> Your task
Look below and pull out each line with the word "tests".

> Available data
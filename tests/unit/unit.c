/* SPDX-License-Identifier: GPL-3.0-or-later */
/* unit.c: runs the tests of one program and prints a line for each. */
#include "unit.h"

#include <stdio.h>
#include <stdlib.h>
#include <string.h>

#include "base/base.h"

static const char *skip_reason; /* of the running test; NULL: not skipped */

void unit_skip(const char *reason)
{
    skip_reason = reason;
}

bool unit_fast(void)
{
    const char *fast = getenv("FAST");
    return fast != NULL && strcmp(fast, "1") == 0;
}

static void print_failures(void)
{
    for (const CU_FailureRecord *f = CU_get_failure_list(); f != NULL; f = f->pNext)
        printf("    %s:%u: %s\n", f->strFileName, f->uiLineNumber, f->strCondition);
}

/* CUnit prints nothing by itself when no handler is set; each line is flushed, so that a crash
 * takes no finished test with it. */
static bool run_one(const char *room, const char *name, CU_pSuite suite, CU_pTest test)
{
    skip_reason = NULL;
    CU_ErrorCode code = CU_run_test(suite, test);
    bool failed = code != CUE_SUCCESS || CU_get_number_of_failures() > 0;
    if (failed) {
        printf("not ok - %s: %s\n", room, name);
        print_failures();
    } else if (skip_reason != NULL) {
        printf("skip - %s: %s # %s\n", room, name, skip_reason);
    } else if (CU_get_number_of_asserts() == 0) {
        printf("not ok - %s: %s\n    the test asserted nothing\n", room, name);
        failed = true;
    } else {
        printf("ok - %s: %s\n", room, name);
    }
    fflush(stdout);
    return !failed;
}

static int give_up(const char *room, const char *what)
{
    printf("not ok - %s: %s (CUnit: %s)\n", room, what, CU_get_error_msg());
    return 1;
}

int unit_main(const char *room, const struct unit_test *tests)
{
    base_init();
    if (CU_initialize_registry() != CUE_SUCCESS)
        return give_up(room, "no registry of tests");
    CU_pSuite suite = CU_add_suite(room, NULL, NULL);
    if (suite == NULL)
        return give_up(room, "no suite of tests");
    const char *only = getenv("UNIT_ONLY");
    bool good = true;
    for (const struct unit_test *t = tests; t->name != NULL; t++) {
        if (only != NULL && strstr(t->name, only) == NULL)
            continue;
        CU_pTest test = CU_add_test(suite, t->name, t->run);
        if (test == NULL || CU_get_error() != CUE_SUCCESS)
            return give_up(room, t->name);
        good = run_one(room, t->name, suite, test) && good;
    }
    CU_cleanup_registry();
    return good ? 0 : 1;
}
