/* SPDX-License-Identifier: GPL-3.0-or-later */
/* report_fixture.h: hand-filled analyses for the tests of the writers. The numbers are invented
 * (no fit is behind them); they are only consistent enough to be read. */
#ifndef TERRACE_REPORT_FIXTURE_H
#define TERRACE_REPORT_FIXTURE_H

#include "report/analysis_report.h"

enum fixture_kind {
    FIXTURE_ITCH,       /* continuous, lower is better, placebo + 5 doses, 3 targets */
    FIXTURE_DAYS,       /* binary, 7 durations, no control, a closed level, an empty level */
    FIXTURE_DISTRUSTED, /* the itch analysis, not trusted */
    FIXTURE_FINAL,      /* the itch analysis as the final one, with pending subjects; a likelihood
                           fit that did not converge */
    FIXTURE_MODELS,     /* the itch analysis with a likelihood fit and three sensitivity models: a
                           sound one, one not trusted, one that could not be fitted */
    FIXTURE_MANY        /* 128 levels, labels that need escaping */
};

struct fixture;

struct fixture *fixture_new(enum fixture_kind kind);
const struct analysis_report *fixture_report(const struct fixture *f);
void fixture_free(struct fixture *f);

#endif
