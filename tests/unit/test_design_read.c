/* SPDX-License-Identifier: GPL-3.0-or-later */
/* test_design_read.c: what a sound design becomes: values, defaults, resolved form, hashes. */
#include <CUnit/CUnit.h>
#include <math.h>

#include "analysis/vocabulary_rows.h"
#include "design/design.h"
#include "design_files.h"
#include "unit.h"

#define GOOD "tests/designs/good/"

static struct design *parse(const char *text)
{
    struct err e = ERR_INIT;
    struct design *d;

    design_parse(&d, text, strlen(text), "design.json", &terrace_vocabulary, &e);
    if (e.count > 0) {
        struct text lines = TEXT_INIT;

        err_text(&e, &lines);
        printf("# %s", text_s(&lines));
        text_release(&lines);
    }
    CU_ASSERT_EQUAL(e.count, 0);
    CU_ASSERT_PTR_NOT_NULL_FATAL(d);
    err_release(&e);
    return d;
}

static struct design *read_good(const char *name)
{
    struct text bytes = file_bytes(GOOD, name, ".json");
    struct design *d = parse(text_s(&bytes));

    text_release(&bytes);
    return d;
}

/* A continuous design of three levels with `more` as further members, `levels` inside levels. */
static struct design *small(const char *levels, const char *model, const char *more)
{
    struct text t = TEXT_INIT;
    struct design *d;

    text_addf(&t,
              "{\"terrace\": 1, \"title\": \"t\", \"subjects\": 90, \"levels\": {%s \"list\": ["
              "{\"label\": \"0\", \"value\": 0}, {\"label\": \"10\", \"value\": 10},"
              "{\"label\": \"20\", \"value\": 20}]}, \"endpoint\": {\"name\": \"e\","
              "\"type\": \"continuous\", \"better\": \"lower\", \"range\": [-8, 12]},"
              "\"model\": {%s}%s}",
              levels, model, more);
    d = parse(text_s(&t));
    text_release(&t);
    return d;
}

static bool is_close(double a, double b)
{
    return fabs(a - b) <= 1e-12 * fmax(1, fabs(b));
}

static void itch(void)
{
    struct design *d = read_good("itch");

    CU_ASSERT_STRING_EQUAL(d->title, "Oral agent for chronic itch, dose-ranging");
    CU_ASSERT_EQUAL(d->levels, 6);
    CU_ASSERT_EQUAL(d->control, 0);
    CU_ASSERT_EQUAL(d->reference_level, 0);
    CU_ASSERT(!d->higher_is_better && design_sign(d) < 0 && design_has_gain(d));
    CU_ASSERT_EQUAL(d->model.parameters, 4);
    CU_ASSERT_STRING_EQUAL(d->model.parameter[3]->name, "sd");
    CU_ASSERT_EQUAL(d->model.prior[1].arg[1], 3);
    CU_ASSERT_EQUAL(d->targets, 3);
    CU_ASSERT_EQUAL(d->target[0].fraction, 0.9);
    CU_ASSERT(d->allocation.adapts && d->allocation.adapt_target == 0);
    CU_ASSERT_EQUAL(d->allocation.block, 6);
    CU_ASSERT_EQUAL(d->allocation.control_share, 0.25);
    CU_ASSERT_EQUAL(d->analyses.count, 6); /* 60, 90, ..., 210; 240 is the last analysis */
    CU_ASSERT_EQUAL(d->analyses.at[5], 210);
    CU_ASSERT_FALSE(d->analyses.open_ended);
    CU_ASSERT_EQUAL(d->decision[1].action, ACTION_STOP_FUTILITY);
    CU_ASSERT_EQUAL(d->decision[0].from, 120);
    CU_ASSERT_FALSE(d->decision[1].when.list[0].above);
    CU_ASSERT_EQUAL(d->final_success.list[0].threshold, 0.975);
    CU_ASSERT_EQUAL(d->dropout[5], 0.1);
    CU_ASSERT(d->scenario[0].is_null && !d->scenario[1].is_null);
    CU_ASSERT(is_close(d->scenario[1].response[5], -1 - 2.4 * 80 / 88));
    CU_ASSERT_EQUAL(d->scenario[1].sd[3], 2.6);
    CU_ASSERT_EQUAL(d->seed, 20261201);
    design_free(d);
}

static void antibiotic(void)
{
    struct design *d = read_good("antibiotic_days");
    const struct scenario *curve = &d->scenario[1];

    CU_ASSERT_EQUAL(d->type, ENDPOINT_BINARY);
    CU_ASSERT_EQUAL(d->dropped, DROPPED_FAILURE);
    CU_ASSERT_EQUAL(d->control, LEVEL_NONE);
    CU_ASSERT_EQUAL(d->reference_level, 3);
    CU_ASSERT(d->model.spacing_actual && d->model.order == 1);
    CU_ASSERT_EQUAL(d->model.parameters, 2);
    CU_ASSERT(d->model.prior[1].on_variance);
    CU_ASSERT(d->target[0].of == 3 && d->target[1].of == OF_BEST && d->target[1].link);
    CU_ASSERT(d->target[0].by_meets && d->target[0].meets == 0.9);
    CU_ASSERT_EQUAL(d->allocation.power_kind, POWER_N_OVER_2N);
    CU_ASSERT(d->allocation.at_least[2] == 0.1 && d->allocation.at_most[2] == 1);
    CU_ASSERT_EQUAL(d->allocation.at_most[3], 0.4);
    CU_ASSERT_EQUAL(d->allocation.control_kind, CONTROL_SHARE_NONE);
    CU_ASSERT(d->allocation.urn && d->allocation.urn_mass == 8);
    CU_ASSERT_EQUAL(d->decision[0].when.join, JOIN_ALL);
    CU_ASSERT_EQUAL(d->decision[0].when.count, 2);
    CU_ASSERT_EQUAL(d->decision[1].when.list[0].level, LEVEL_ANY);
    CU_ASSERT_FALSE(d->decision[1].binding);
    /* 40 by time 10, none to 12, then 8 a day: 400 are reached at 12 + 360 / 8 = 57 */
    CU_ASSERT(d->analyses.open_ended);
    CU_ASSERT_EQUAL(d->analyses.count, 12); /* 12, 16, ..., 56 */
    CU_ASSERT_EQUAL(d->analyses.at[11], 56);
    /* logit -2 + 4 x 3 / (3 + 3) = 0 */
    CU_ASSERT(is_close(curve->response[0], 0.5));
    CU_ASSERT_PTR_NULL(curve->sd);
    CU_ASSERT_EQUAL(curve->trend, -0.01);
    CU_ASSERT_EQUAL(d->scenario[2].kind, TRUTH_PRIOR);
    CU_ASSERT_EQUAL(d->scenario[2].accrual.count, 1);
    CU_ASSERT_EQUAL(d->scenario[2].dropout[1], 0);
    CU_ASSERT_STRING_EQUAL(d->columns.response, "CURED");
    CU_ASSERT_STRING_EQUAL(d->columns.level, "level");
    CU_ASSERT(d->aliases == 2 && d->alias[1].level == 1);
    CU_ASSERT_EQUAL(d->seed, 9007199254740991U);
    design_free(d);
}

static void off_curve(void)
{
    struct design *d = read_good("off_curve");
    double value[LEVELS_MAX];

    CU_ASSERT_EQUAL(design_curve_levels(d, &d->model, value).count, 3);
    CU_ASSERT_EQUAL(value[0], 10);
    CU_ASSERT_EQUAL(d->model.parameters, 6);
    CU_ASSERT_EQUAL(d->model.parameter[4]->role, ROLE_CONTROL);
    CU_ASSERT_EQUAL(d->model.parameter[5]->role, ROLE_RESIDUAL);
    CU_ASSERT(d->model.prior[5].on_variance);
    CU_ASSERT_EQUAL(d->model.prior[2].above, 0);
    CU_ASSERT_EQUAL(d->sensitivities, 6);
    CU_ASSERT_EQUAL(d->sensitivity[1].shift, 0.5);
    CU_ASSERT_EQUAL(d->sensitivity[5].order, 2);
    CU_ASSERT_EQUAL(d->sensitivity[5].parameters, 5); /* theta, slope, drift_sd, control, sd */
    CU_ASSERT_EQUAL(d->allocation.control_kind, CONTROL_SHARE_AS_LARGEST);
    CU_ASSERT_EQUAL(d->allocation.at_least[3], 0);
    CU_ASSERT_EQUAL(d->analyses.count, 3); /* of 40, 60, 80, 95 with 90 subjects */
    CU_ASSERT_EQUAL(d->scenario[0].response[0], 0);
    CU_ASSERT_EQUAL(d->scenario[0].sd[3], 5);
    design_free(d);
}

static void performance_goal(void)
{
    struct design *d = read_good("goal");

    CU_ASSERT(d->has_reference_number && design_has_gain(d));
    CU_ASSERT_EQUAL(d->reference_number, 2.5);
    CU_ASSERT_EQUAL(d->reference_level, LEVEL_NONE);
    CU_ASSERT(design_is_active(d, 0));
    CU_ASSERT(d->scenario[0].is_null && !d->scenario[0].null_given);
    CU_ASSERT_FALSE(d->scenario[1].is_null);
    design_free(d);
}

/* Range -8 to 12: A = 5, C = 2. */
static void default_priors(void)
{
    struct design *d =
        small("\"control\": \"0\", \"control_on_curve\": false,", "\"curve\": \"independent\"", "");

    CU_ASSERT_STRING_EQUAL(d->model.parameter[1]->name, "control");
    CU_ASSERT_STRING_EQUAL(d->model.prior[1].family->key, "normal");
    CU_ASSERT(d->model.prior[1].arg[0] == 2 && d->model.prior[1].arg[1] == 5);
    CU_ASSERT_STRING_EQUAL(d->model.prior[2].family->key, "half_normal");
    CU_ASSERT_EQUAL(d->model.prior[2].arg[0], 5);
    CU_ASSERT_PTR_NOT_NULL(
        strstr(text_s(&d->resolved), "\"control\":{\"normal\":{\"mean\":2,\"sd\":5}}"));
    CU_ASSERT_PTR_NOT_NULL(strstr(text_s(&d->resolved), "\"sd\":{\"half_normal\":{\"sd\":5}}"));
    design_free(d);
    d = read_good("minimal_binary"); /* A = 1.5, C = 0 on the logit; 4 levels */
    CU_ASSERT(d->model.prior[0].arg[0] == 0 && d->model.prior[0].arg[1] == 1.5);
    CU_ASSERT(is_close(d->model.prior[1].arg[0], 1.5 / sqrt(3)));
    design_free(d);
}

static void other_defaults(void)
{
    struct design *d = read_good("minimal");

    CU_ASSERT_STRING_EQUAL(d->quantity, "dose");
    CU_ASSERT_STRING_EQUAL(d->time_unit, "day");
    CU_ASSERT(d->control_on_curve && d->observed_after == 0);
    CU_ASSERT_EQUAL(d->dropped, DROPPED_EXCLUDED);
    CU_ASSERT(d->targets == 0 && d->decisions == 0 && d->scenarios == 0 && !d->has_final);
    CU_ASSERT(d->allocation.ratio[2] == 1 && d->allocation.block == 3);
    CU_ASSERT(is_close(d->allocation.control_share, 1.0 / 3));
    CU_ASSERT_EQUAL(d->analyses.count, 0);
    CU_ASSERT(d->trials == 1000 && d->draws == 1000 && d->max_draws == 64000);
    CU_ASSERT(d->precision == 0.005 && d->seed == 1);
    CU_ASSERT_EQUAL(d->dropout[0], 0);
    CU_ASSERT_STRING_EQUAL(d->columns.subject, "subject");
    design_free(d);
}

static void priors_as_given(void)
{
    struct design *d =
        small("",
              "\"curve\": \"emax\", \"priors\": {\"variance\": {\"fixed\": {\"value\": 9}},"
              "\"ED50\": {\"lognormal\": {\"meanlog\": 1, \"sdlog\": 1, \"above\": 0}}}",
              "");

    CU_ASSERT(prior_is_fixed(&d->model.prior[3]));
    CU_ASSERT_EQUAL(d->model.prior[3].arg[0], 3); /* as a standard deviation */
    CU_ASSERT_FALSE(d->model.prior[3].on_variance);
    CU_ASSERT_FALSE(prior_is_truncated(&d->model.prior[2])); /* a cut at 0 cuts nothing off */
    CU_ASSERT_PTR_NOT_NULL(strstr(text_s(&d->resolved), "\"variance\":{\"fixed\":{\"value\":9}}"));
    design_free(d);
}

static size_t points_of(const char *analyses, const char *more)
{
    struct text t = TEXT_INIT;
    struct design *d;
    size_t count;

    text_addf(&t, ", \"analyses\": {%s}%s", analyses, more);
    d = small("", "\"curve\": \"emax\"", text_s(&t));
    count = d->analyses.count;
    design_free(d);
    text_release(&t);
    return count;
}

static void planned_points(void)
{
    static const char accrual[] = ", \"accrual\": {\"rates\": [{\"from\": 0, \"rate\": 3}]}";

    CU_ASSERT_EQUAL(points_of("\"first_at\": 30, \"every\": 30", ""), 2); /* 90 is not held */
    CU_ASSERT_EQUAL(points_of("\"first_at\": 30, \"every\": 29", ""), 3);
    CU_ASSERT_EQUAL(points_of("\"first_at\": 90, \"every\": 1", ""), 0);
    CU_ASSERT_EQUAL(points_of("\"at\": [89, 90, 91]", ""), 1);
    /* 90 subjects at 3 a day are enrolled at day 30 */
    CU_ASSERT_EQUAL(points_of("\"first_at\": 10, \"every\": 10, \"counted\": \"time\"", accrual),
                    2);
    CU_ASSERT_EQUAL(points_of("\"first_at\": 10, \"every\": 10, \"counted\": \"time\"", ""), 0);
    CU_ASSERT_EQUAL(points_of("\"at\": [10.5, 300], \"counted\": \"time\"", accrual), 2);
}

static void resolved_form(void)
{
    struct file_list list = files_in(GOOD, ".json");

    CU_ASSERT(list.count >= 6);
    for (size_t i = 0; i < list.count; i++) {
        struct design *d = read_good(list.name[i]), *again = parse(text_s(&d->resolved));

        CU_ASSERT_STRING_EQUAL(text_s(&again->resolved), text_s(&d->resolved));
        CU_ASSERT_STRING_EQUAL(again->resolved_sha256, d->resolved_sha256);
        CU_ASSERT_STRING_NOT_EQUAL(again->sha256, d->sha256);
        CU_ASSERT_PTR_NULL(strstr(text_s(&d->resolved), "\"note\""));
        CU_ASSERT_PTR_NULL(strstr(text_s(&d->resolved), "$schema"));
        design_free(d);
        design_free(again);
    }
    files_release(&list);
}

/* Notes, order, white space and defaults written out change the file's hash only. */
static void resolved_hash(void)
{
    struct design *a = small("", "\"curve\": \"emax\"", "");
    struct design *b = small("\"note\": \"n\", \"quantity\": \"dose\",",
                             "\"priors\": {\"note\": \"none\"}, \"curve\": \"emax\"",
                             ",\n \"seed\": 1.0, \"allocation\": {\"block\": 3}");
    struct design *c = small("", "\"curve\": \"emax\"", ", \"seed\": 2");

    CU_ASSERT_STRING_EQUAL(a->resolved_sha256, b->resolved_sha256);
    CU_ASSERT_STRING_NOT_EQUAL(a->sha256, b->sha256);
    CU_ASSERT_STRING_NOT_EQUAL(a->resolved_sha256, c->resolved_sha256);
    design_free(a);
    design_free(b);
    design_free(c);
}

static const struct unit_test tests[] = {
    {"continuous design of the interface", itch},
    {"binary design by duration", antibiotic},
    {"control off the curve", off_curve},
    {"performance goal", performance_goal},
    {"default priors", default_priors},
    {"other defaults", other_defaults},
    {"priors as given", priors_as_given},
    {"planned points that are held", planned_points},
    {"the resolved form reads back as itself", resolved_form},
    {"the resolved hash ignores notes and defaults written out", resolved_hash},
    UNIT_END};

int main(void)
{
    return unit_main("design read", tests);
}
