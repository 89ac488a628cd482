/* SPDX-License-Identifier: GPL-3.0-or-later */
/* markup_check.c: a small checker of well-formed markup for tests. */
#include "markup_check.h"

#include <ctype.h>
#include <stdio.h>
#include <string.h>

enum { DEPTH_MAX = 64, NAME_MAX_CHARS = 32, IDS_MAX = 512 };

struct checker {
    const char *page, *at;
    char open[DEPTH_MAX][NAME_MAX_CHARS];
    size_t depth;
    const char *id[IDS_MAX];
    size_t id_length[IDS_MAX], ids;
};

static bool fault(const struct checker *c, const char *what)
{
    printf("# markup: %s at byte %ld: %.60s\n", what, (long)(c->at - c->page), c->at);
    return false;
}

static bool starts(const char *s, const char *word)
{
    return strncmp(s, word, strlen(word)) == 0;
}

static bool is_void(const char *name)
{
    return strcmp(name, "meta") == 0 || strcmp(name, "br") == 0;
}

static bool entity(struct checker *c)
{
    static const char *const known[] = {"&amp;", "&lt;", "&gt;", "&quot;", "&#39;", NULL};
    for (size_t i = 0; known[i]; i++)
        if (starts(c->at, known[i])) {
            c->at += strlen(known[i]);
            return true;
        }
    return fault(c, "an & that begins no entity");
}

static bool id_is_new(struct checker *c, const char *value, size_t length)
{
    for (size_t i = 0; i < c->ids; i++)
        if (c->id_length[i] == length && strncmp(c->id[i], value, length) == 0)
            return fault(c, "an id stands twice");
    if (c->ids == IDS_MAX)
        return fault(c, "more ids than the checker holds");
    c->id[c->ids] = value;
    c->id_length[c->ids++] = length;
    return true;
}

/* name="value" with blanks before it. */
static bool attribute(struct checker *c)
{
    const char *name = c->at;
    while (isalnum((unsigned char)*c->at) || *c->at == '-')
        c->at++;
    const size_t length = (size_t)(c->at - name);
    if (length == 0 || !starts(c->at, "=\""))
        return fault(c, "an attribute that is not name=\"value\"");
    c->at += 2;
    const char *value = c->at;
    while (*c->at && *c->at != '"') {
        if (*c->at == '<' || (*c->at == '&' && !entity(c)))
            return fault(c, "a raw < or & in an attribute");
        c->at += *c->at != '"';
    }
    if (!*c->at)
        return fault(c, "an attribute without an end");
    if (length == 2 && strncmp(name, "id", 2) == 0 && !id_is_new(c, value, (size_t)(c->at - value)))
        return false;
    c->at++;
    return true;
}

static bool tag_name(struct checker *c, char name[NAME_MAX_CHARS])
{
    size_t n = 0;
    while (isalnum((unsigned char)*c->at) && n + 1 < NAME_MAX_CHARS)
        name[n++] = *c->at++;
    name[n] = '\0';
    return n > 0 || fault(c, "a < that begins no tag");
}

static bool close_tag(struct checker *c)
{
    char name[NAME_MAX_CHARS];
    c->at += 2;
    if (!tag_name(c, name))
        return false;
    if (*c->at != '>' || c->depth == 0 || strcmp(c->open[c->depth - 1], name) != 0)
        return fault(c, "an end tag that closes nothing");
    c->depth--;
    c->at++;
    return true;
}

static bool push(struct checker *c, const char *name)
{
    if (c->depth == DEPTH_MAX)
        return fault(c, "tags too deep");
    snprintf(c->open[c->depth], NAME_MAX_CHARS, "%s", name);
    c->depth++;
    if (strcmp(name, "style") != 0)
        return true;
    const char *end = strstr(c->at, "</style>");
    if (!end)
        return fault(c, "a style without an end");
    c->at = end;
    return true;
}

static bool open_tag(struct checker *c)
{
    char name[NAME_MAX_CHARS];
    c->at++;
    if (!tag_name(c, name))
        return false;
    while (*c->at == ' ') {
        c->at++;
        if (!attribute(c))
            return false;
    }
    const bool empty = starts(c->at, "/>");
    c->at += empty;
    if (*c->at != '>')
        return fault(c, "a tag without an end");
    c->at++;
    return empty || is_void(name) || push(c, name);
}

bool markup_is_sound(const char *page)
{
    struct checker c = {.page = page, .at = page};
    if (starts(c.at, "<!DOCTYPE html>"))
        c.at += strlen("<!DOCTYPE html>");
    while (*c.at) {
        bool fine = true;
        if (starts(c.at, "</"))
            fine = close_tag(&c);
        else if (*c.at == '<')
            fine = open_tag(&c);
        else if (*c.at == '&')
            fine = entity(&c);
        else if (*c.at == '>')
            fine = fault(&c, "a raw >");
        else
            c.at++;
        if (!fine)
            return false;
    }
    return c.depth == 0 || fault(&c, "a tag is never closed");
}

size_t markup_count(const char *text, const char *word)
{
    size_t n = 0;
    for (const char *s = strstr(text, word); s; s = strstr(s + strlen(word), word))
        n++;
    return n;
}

> Answer to this exercise
filename tests/unit/unit.c
/* unit.c: runs the tests of one program and prints a line for each. */
int unit_main(const char *room, const struct unit_test *tests)
        return give_up(room, "no registry of tests");
        return give_up(room, "no suite of tests");
    for (const struct unit_test *t = tests; t->name != NULL; t++) {
/* report_fixture.h: hand-filled analyses for the tests of the writers. The numbers are invented
filename tests/unit/test_design_read.c
#define GOOD "tests/designs/good/"
static const struct unit_test tests[] = {
    return unit_main("design read", tests);
/* markup_check.c: a small checker of well-formed markup for tests. */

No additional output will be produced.